What needs to be done ▸
Go over the listing below line by line, and return each one holding the string "that".

Material to process ▸
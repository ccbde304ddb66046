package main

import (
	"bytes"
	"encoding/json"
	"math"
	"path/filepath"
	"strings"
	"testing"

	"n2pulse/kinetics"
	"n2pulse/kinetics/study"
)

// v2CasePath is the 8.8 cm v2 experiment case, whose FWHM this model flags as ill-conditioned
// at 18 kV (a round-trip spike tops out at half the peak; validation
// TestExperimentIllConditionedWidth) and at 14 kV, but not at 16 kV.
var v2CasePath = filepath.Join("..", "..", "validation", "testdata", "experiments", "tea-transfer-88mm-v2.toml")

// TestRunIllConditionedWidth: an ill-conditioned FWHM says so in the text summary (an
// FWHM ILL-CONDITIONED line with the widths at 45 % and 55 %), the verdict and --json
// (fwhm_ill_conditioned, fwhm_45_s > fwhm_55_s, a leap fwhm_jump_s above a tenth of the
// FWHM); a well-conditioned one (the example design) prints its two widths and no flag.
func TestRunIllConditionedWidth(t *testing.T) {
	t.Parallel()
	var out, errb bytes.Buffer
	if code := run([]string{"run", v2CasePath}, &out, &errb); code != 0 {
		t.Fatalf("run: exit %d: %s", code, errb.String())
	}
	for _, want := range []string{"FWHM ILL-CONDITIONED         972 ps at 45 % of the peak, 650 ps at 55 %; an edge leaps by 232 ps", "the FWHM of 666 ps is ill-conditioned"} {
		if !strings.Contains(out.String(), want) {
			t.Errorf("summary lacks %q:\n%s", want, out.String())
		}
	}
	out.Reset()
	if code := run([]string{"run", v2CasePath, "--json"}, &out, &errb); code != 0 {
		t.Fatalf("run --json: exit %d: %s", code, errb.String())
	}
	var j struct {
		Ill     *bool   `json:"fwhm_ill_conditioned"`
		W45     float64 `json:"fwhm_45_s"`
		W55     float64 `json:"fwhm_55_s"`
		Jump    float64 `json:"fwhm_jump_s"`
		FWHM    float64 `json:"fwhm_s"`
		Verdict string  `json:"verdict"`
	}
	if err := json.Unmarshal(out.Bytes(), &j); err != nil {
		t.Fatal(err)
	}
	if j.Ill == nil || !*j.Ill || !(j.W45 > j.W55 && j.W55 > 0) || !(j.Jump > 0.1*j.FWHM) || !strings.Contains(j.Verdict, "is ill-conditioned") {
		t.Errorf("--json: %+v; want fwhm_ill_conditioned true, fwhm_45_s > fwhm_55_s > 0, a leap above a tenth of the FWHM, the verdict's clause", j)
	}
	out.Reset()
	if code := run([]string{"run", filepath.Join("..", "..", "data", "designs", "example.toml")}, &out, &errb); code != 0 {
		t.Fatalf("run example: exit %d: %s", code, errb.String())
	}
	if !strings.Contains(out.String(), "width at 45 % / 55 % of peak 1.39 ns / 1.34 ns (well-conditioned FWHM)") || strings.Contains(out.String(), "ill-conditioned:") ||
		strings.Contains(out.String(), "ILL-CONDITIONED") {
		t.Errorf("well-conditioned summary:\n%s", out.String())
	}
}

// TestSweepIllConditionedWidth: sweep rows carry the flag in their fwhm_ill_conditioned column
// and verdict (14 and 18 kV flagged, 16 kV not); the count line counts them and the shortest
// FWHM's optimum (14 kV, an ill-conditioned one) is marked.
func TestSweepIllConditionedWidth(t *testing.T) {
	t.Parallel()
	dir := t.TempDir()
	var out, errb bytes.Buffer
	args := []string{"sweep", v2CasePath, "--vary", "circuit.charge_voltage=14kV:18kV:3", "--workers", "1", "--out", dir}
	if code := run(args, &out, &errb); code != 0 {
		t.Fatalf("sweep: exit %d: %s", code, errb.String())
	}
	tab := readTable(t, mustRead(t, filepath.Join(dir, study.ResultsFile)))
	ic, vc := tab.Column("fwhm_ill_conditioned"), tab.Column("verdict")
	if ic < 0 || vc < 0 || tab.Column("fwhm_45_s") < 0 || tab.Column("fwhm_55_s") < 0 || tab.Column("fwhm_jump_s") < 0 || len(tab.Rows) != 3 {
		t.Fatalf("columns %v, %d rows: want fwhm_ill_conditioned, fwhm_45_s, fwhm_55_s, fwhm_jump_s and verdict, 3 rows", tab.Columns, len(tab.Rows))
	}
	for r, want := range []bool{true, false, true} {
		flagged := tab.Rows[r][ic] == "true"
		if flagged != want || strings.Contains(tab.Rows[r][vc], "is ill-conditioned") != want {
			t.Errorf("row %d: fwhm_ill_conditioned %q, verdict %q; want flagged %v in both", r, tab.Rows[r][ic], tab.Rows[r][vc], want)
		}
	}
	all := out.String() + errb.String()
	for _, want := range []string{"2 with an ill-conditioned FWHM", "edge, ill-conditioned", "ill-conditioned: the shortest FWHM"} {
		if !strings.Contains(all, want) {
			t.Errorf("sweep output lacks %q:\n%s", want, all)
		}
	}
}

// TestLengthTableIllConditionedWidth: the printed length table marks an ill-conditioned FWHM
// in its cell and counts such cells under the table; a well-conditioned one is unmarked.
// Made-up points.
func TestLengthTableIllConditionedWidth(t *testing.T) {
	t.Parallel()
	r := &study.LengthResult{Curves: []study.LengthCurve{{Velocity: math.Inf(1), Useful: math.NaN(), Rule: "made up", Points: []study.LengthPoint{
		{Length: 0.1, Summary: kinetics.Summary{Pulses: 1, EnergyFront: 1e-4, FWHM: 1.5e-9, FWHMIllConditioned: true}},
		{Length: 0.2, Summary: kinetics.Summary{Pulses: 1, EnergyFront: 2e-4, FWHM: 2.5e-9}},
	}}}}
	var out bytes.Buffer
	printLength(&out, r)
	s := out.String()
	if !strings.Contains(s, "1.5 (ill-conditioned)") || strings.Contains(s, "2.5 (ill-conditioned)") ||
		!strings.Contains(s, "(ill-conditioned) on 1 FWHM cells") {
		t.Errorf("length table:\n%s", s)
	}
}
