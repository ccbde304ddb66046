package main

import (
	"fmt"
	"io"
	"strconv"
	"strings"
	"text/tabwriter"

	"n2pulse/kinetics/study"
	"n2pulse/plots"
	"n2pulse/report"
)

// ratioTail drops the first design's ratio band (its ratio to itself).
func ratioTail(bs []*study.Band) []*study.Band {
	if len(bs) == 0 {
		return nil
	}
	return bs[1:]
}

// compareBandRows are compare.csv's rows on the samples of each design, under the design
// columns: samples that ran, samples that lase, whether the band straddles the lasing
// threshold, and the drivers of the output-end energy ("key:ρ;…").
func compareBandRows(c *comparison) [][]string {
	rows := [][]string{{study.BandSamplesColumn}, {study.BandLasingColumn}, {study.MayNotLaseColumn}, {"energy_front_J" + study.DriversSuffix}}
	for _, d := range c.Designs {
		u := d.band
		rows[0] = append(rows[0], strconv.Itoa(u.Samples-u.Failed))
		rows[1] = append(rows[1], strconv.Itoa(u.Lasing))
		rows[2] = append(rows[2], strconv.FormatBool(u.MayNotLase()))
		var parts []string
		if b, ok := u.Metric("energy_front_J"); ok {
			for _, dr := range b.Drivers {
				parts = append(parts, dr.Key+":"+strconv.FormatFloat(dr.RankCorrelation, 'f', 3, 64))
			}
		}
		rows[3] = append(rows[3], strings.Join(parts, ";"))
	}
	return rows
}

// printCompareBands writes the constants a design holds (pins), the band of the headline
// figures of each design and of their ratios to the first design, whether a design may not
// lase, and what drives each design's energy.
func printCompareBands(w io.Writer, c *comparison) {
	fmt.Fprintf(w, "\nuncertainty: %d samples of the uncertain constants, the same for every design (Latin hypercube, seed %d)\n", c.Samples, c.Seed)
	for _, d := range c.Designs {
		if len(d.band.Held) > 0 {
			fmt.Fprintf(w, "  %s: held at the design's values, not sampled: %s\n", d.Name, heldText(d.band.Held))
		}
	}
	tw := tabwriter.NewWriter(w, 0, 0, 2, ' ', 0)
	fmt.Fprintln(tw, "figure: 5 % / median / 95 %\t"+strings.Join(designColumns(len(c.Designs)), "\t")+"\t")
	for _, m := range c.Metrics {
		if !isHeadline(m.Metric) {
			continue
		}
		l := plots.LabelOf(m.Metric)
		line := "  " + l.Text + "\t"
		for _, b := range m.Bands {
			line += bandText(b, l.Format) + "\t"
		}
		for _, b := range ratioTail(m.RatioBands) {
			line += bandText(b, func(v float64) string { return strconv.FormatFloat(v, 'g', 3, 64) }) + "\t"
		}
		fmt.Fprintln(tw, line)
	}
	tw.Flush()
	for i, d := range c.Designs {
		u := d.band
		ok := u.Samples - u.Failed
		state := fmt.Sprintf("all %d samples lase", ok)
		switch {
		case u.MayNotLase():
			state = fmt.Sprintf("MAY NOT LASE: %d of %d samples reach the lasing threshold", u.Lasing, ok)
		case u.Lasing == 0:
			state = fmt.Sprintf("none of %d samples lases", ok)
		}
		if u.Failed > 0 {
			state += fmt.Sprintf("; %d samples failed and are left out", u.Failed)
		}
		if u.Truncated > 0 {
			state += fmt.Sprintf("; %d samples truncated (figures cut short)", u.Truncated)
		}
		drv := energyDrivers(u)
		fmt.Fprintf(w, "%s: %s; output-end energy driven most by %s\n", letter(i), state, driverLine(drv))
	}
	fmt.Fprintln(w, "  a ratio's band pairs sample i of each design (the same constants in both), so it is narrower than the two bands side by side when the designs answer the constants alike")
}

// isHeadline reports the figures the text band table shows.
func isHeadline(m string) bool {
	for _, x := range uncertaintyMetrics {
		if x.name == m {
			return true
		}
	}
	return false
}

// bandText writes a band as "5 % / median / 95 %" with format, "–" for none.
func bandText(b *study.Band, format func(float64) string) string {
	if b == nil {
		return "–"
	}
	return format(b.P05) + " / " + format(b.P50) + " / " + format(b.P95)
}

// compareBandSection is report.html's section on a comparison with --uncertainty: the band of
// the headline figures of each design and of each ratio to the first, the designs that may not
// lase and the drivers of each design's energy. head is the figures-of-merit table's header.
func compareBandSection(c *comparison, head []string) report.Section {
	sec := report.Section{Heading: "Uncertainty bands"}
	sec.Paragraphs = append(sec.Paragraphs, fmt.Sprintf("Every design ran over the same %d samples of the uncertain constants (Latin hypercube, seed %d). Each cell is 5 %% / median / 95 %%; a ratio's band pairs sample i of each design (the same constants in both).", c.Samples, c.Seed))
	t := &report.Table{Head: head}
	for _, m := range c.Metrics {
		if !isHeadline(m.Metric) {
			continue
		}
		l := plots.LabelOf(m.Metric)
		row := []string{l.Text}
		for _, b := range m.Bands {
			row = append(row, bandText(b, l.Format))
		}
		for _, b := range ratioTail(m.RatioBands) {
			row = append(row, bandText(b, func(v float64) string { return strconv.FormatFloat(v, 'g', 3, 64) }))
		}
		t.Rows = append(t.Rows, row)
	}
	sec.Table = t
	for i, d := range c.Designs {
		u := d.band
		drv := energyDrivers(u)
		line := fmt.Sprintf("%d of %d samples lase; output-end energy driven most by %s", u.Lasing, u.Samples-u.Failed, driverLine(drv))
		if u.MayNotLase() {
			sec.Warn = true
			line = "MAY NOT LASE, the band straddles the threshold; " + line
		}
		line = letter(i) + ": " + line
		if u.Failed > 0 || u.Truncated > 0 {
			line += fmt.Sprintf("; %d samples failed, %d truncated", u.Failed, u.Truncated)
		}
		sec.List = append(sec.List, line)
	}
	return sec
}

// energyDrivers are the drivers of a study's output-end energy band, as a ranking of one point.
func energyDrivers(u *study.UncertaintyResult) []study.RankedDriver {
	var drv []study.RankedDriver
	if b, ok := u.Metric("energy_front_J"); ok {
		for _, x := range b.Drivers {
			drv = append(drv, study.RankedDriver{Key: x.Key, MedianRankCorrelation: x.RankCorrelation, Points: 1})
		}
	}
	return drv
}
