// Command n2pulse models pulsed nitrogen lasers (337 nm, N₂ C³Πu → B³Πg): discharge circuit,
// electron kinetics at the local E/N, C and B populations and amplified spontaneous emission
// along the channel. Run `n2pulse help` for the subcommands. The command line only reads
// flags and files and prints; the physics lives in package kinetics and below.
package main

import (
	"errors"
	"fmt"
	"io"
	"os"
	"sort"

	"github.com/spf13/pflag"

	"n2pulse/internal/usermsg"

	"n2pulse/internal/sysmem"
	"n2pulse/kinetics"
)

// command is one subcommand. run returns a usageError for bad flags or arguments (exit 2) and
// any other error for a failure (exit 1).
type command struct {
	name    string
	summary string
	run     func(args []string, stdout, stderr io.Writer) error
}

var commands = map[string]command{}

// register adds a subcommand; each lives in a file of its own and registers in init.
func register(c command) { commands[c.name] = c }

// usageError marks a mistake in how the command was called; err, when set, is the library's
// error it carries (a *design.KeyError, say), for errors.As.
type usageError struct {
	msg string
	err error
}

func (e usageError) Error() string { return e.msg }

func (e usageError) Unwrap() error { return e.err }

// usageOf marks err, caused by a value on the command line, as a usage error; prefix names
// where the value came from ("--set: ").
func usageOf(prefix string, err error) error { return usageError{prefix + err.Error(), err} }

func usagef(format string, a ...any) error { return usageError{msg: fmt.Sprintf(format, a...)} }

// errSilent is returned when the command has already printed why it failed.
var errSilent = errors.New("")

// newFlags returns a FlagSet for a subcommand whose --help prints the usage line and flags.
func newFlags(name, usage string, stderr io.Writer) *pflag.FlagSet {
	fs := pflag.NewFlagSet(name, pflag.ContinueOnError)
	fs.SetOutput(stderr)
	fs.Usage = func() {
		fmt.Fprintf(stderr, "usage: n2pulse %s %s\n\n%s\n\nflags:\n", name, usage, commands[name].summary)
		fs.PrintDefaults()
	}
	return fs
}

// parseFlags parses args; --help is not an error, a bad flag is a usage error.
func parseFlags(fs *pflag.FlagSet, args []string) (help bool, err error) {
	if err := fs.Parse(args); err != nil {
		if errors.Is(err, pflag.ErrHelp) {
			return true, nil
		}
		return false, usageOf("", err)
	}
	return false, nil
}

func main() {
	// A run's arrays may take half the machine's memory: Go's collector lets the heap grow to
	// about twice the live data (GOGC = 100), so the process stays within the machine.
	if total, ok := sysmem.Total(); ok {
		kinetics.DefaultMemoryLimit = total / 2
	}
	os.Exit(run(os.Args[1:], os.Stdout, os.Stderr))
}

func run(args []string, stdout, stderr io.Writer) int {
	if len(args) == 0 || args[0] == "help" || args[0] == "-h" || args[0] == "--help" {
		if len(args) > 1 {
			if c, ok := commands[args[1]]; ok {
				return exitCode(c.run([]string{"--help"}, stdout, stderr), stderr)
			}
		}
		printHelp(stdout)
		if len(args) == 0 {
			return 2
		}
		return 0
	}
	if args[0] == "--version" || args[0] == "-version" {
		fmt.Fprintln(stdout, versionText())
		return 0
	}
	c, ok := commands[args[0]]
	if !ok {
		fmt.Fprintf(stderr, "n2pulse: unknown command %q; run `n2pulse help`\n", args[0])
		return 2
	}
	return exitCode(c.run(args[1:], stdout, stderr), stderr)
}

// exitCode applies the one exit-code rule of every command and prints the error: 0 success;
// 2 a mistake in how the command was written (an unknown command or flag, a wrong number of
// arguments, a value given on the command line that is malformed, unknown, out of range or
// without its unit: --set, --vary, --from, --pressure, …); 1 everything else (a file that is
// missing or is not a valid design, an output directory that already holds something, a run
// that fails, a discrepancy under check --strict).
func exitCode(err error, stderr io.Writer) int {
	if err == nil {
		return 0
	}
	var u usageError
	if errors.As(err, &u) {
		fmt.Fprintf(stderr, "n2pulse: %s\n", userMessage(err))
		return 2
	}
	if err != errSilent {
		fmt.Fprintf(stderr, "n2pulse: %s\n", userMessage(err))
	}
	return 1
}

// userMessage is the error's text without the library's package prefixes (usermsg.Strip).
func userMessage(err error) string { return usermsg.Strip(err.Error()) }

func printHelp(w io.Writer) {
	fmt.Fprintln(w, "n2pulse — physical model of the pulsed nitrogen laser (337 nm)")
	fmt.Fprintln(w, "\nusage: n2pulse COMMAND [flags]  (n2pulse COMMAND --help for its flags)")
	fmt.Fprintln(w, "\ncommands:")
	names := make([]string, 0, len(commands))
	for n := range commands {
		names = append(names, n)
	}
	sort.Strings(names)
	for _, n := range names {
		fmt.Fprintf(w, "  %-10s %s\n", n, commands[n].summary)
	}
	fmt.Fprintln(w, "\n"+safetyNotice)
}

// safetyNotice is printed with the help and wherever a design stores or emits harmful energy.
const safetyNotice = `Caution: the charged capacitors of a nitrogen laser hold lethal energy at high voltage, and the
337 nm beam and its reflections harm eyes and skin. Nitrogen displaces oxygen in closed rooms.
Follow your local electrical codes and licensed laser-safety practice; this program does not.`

Problem solution ▸
// columns: samples that ran, samples that lase, whether the band straddles the lasing
// the headline figures of each design and of each ratio to the first, the designs that may not
// arguments, a value given on the command line that is malformed, unknown, out of range or
// without its unit: --set, --vary, --from, --pressure, …); 1 everything else (a file that is
// missing or is not a valid design, an output directory that already holds something, a run
// that fails, a discrepancy under check --strict).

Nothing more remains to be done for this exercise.